2016 Community Plumbing Challenge
It’s fairly easy to take the simple things in life for granted when living in a First World country. More specifically, sanitation, clean potable water and hygiene are things we don’t often consider to be a luxury rather than a necessity. But it most certainly is.
The Community Plumbing Challenge has been a huge success in recent years (Singapore 2014 and India 2015) and 2016 was no exception. It saw a collaboration of four multi-disciplined (plumbing, metalwork, architecture, engineering) teams from India, Australia, USA and South Africa, working with Sticky Situations, AutoDesk, the SOWETO Plumbing Academy, the DACN Arts collective, WOTIF and hosts – the WASSUP (Water, Amenities and Sanitation Services Upgrade Programme) Cooperative.
The event offers an exclusive personal and professional development opportunity for all involved, focussing on education, training, skills development and cultural exchange, manifested in practical action on-the-ground addressing design, construction and critical maintenance of public health facilities.
The Community Plumbing Challenge is organised and facilitated by IAPMO, in association with the World Plumbing Council (WPC), who appeal to all WPC member agencies to take the lead in organising and/or supporting representative team participation.
The goal of the Community Plumbing Challenge programme is to demonstrate the vital role of the plumbing industry in protecting public health. • The 2016 project required plumbers to design and install new sanitation systems for existing toilet and wash facilities across Diepsloot, working in close collaboration with the WASSUP team. New designs needed to take into consideration current infrastructure (including toilets, taps and drains), community sanitation needs, ongoing maintenance, and the ability to control and monitor water usage.

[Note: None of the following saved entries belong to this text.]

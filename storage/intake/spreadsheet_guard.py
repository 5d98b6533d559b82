"""Looks through a spreadsheet file before anything reads it: XLSX and ODS are zipped XML, and both can be bombs.

Every part is unpacked in bounded memory and read once by an event parser. Refused: parts that unpack too large,
document types and entities, nesting beyond any spreadsheet's, more cells than can be held (a lone cell in a far
corner or a repeated one makes millions), parts that are encrypted. What passes is handed on as a new archive of just
those parts, so that a size the archive lies about cannot come back.
"""

from __future__ import annotations

import io
import re
import zipfile
from dataclasses import dataclass, field
from typing import BinaryIO
from xml.parsers import expat

from storage.intake.findings import UnreadableFileError, unreadable
from storage.intake.sheet_formats import SheetFormats
from storage.intake.sheet_numbers import NumberWatch

MOST_BYTES = 128 << 20
"""Unpacked bytes of all parts together."""
MOST_CELLS = 2_000_000
DEEPEST = 64
_PARTS = 2_000
_MOST_MERGED = 10_000
_BLOCK = 1 << 18
_ODS_CONTENT = "content.xml"
_CELL = re.compile(r"([A-Z]{1,3})([1-9][0-9]{0,6})")
_WANTED = re.compile(
    r"\[Content_Types\]\.xml|_rels/.*|xl/workbook\.xml|xl/_rels/.*|xl/sharedStrings\.xml|xl/styles\.xml|"
    r"xl/worksheets/.*|mimetype|META-INF/manifest\.xml|content\.xml|styles\.xml|settings\.xml|meta\.xml|xl/tables/.*"
)


@dataclass(slots=True)
class Scan:
    """What was found in the parts: cells by the area they span, merged rows of ODS as (sheet, row) from 1, and how
    numbers are shown."""

    cells: int = 0
    merged: set[tuple[int, int]] = field(default_factory=set)
    formats: SheetFormats = field(default_factory=SheetFormats)


def guarded_copy(file: BinaryIO) -> tuple[io.BytesIO, Scan]:
    """A safe copy of a spreadsheet, and what the scan found.

    Raises:
        UnreadableFileError: `sheet.*`, saying what is wrong with it.
    """
    scan, copy, left = Scan(), io.BytesIO(), MOST_BYTES
    try:
        with (
            zipfile.ZipFile(file) as source,
            zipfile.ZipFile(copy, "w", zipfile.ZIP_DEFLATED, True, 1) as out,
        ):
            parts = source.infolist()
            if len(parts) > _PARTS:
                raise unreadable(0, str(len(parts)), "sheet.too_many_parts", accepted=_PARTS)
            for part in parts:
                if part.is_dir() or not _WANTED.fullmatch(part.filename):
                    continue
                if part.flag_bits & 1:
                    raise unreadable(0, part.filename[:80], "sheet.encrypted", accepted="a file without a password")
                data = _unpacked(source, part, left)
                left -= len(data)
                if part.filename.endswith((".xml", ".rels")):
                    _look(part.filename, data, scan)
                out.writestr(part.filename, data)
    except UnreadableFileError:
        raise
    except Exception as error:  # the archive module raises whatever the slicing of a damaged archive meets
        raise unreadable(0, "", "sheet.damaged", detail=type(error).__name__, accepted="XLSX or ODS") from None
    copy.seek(0)
    return copy, scan


def _unpacked(source: zipfile.ZipFile, part: zipfile.ZipInfo, most: int) -> bytearray:
    made = bytearray()
    with source.open(part) as stream:
        while block := stream.read(_BLOCK):
            made += block
            if len(made) > most:
                raise unreadable(0, part.filename[:80], "sheet.too_large", accepted=MOST_BYTES)
    return made


def _look(name: str, data: bytearray, scan: Scan) -> None:
    """Read one part of XML by events; nothing of it is built in memory."""
    parser = expat.ParserCreate()
    watch = _Watch(name, scan)
    parser.StartElementHandler = watch.start
    parser.EndElementHandler = watch.end
    if name == _ODS_CONTENT:
        parser.CharacterDataHandler = watch.text
    parser.StartDoctypeDeclHandler = watch.doctype
    parser.EntityDeclHandler = watch.doctype
    parser.buffer_text = True
    try:
        for at in range(0, len(data), _BLOCK):
            parser.Parse(bytes(data[at : at + _BLOCK]), False)
        parser.Parse(b"", True)
    except expat.ExpatError as error:
        raise unreadable(0, name[:80], "sheet.damaged", detail=expat.errors.messages[error.code],
                         accepted="XLSX or ODS") from None  # fmt: skip
    scan.cells += watch.cells()


class _Watch:
    """Counts depth and cells of one part."""

    def __init__(self, name: str, scan: Scan) -> None:
        self._name, self._scan, self._depth = name, scan, 0
        self._rows, self._columns = [1 << 30, 0], [1 << 30, 0]
        self._table = self._row = 0
        self._repeat_row, self._row_cells, self._filled, self._ods_cells = 1, 0, False, 0
        self._numbers = NumberWatch(name, scan.formats)

    def start(self, tag: str, attributes: dict[str, str]) -> None:
        self._depth += 1
        if self._depth > DEEPEST:
            raise unreadable(0, self._name[:80], "sheet.too_deep", accepted=DEEPEST)
        local = tag.rpartition(":")[2]
        self._numbers.start(local, attributes)
        if local == "c" and "r" in attributes:
            self._note_cell(attributes["r"])
        elif local == "table":
            self._table, self._row = self._table + 1, 0
        elif local == "table-row":
            self._row += 1
            self._repeat_row = _number(attributes.get("table:number-rows-repeated", "1"))
            self._row_cells, self._filled = 0, False
        elif local in ("table-cell", "covered-table-cell"):
            self._note_ods(attributes)

    def end(self, tag: str) -> None:
        self._depth -= 1
        local = tag.rpartition(":")[2]
        self._numbers.end(local)
        if local != "table-row":
            return
        self._row += self._repeat_row - 1
        if self._filled:
            self._ods_cells += self._repeat_row * self._row_cells
            self._check(self._ods_cells)

    def text(self, data: str) -> None:
        self._numbers.text(data)

    def doctype(self, *_: object) -> None:
        raise unreadable(0, self._name[:80], "sheet.document_type", accepted="XML without document types or entities")

    def cells(self) -> int:
        """The cells of the rectangle that holds every cell of the part."""
        if self._rows[1] == 0:
            return self._ods_cells
        return (self._rows[1] - self._rows[0] + 1) * (self._columns[1] - self._columns[0] + 1)

    def _note_cell(self, reference: str) -> None:
        found = _CELL.fullmatch(reference)
        if found is None:
            raise unreadable(0, reference[:20], "sheet.damaged", detail="cell address", accepted="XLSX or ODS")
        column = 0
        for letter in found[1]:
            column = column * 26 + ord(letter) - 64
        row = int(found[2])
        if row < self._rows[0] or row > self._rows[1] or column < self._columns[0] or column > self._columns[1]:
            self._rows = [min(self._rows[0], row), max(self._rows[1], row)]
            self._columns = [min(self._columns[0], column), max(self._columns[1], column)]
            self._check(self.cells())

    def _note_ods(self, attributes: dict[str, str]) -> None:
        repeat = _number(attributes.get("table:number-columns-repeated", "1"))
        if any(name.endswith("value-type") for name in attributes):
            self._filled = True
            self._row_cells += repeat
        elif repeat < 1024:  # an empty tail repeated to the sheet's edge fills nothing
            self._row_cells += repeat
        wide, high = (_number(attributes.get(f"table:number-{way}-spanned", "1")) for way in ("columns", "rows"))
        if wide > 1 or high > 1:
            self._scan.merged.update((self._table, self._row + i) for i in range(min(high, _MOST_MERGED)))
        self._check(self._ods_cells + self._row_cells)

    def _check(self, cells: int) -> None:
        if self._scan.cells + cells > MOST_CELLS:
            raise unreadable(0, self._name[:80], "sheet.too_many_cells", accepted=MOST_CELLS)


def _number(text: str) -> int:
    return int(text) if text.isascii() and text.isdigit() and len(text) < 10 else MOST_CELLS + 1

As well as providing top talent with an extraordinary experience that inspires fresh global outlook, the Community Plumbing Challenge represents an initiation to international aid and development fieldwork, focussing on sustainable impact and innovation for public health.
Meters and data loggers were installed in conjunction with the toilets to monitor water usage through the external taps and cisterns, in addition to movement sensors and door loggers in each of the toilets. This data will be used to map people to water usage in each of the toilets, and provide each team with clear data on how their initiatives have performed – with the results on display in September at the World Plumbing Conference in Capetown, South Africa.
Kudos to all involved; what an amazing initiative.